# Quick question about a P-Trap under a toilet



## zaphood (Sep 8, 2008)

The original builder roughed in my bathroom in a way that will not work. I moved the shower drain and P-trap, and find that I now need to move the toilet soil pipe. Can a couple people confirm that I will not need a trap, and also what types of pipe I would need to move it about 3 inches left (it was originally at 90 degrees with teh wall parallel with the drain) and about 1.5 inches out. I was going to dig it up and go from there, but you people are more helpful. Thanks in advance.


----------



## kenmac (Feb 26, 2009)

There should be a trap built into the toilet.. Don't know what type of pipe you have now


----------



## Plumber101 (Feb 25, 2009)

More than likely you are dealing with a 3" or larger pipe and moving it that distance shouln't be a problem

like ken said your toilet is already trapped.


----------



## zaphood (Sep 8, 2008)

Thanks guys. Thats what I thought but on other "informative" sites I heard of people suggesting otherwise. It's a 3" pipe, I will probably cut an oval, then add a 45 degree turn and possible a small extension. Time to rent a 40 pound drill! :thumbsup:


----------



## Just Bill (Dec 21, 2008)

If you are talking about DWV for the toilet, no trap is needed. That trap is built into the toilet. Bathroom sinks normally have the trap installed directly under the sink, so that also does need a trap below the floor. so, not sure what type of trap you say is needed??????


----------



## zaphood (Sep 8, 2008)

We are good.

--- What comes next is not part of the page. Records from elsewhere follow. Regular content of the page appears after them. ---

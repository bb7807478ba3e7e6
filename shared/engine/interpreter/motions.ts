import { LETTER } from '../blocks/block';
import type { Motion } from './events';
import type { Target } from './kept';
import { tellProblem, type Run } from './run';

const { X, Y, Z, A } = LETTER;
const X_BIT = 1 << X;
const Y_BIT = 1 << Y;
const Z_BIT = 1 << Z;
const A_BIT = 1 << A;
const AXIS_BITS = X_BIT | Y_BIT | Z_BIT | A_BIT;
/** In the order in which offsets keep their axes. */
export const AXIS_LETTERS = [X, Y, Z, A] as const;

export const hasAxisWord = (seen: number): boolean => (seen & AXIS_BITS) !== 0;

/** Bit 1 X, 2 Y, 4 Z, 8 A, from a block's letters. */
export const namedAxes = (seen: number): number => ((seen >>> X) & 7) | ((seen & A_BIT) << 3);

/** Every number starts as a fraction, so that the field is kept as a double from the first motion on. */
export function emptyMotion(): Motion {
  return {
    kind: 'rapid',
    by: 'program',
    fromX: 0.5,
    fromY: 0.5,
    fromZ: 0.5,
    fromA: 0,
    toX: 0.5,
    toY: 0.5,
    toZ: 0.5,
    toA: 0,
    minX: 0.5,
    minY: 0.5,
    minZ: 0.5,
    maxX: 0.5,
    maxY: 0.5,
    maxZ: 0.5,
    plane: 'xy',
    centreU: 0.5,
    centreV: 0.5,
    radius: 0.5,
    turn: 0.5,
    feed: 0.5,
    length: 0.5,
    moves: false,
    inHole: false,
    named: 0,
    endUnknown: false,
    isAlternative: false,
  };
}

/** Where the block's axis words lead from here. Returns `target`, filled. */
export function readTarget(run: Run, target: Target): Target {
  const { block, machine } = run;
  const { values } = block.words;
  const { wordOf, seen } = block;
  const { unit } = machine;
  const isAbsolute = machine.isAbsolute;
  target.x = machine.x;
  target.y = machine.y;
  target.z = machine.z;
  target.a = machine.a;
  if ((seen & X_BIT) !== 0)
    target.x = values[wordOf[X]!]! * unit + (isAbsolute ? machine.baseX : machine.x);
  if ((seen & Y_BIT) !== 0)
    target.y = values[wordOf[Y]!]! * unit + (isAbsolute ? machine.baseY : machine.y);
  if ((seen & Z_BIT) !== 0)
    target.z = values[wordOf[Z]!]! * unit + (isAbsolute ? machine.baseZ : machine.z);
  if ((seen & A_BIT) !== 0)
    target.a = values[wordOf[A]!]! + (isAbsolute ? machine.baseA : machine.a);
  return target;
}

/** G53: the axis words are machine coordinates, whatever G90 or G91 says. */
export function readMachineTarget(run: Run, target: Target): Target {
  const { block, machine } = run;
  target.x = block.has(X) ? block.value(X) * machine.unit : machine.x;
  target.y = block.has(Y) ? block.value(Y) * machine.unit : machine.y;
  target.z = block.has(Z) ? block.value(Z) * machine.unit : machine.z;
  target.a = block.has(A) ? block.value(A) : machine.a;
  return target;
}

/** Stands at the end of a motion that could not be worked out; nothing is told of the way there. */
export function standAt({ machine, tell }: Run, to: Target): void {
  tell.quiet.ask();
  machine.x = to.x;
  machine.y = to.y;
  machine.z = to.z;
  machine.a = to.a;
}

/**
 * G0 and G1 in program coordinates: the hot path of every check. It is moveStraight and readTarget in one,
 * so that no coordinate leaves a register between a word and the motion.
 */
export function moveByWords(run: Run, isRapid: boolean, feed: number): void {
  const { block, machine, motion } = run;
  const { values } = block.words;
  const { wordOf, seen } = block;
  const { unit, isAbsolute } = machine;
  const fromX = machine.x;
  const fromY = machine.y;
  const fromZ = machine.z;
  let x = fromX;
  let y = fromY;
  let z = fromZ;
  if ((seen & X_BIT) !== 0) x = values[wordOf[X]!]! * unit + (isAbsolute ? machine.baseX : fromX);
  if ((seen & Y_BIT) !== 0) y = values[wordOf[Y]!]! * unit + (isAbsolute ? machine.baseY : fromY);
  if ((seen & Z_BIT) !== 0) z = values[wordOf[Z]!]! * unit + (isAbsolute ? machine.baseZ : fromZ);
  machine.x = x;
  machine.y = y;
  machine.z = z;
  motion.kind = isRapid ? 'rapid' : 'feed';
  motion.by = 'program';
  motion.fromX = fromX;
  motion.fromY = fromY;
  motion.fromZ = fromZ;
  motion.toX = x;
  motion.toY = y;
  motion.toZ = z;
  motion.minX = fromX < x ? fromX : x;
  motion.maxX = fromX < x ? x : fromX;
  motion.minY = fromY < y ? fromY : y;
  motion.maxY = fromY < y ? y : fromY;
  motion.minZ = fromZ < z ? fromZ : z;
  motion.maxZ = fromZ < z ? z : fromZ;
  const dx = x - fromX;
  const dy = y - fromY;
  const dz = z - fromZ;
  const length = Math.sqrt(dx * dx + dy * dy + dz * dz);
  motion.moves = length !== 0;
  motion.length = length;
  motion.feed = feed;
  if ((seen & A_BIT) !== 0 || motion.fromA !== motion.toA) turnByWord(run, length);
  if (machine.feedMode === 'inverse-time') motion.feed = feed * motion.length;
  run.tell.motion(motion);
}

/** The rotary part of a motion; its length counts degrees where nothing else moves. */
function turnByWord({ block, machine, motion }: Run, length: number): void {
  motion.fromA = machine.a;
  if (block.has(A)) machine.a = block.value(A) + (machine.isAbsolute ? machine.baseA : machine.a);
  motion.toA = machine.a;
  if (length === 0) motion.length = Math.abs(motion.toA - motion.fromA);
}

/** Moves in a straight line, tells it, and stands at its end. `feed` is NaN on rapids. */
export function moveStraight(
  run: Run,
  kind: Motion['kind'],
  by: Motion['by'],
  to: Target,
  feed: number,
): void {
  const { machine, motion } = run;
  const fromX = machine.x;
  const fromY = machine.y;
  const fromZ = machine.z;
  const { x, y, z } = to;
  motion.kind = kind;
  motion.by = by;
  motion.fromX = fromX;
  motion.fromY = fromY;
  motion.fromZ = fromZ;
  motion.fromA = machine.a;
  motion.toX = x;
  motion.toY = y;
  motion.toZ = z;
  motion.toA = to.a;
  motion.minX = fromX < x ? fromX : x;
  motion.maxX = fromX < x ? x : fromX;
  motion.minY = fromY < y ? fromY : y;
  motion.maxY = fromY < y ? y : fromY;
  motion.minZ = fromZ < z ? fromZ : z;
  motion.maxZ = fromZ < z ? z : fromZ;
  const dx = x - fromX;
  const dy = y - fromY;
  const dz = z - fromZ;
  const squared = dx * dx + dy * dy + dz * dz;
  const moves = squared !== 0;
  const length = moves ? Math.sqrt(squared) : Math.abs(to.a - machine.a);
  motion.moves = moves;
  motion.length = length;
  // Under G93 the F word is the inverse of the minutes the move takes.
  motion.feed = machine.feedMode === 'inverse-time' ? feed * length : feed;
  machine.x = x;
  machine.y = y;
  machine.z = z;
  machine.a = to.a;
  run.tell.motion(motion);
}

/** A program coordinate on an axis whose offset has no value: told once an offset. */
export function tellIfUnset(run: Run, named: number): void {
  const { machine, toldUnset } = run;
  const unset = machine.unsetAxes & named;
  if (unset === 0 || toldUnset.has(machine.workOffset)) return;
  toldUnset.add(machine.workOffset);
  const letters = (unset & 1 ? 'X' : '') + (unset & 2 ? 'Y' : '') + (unset & 4 ? 'Z' : '');
  tellProblem(run, 'work-offset-unset', { letters }, { offset: machine.workOffset, axes: letters });
}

I have seen illustrations where people include a p trap under their toilet, it is my impression that this is some different style of toilet because mine (and most of them?) has the P trap built in the stool itself. Back to demo-drilling, thanks again for the warm fuzzies of being on the right track.


----------



## majakdragon (Sep 16, 2006)

JustBill. Please go back and add the word "not" to the part about bath sinks. I know you meant to say that the sink does not need a trap under the floor since it has the one under the sink. Double trapping of fixtures is unecessary and against code.


----------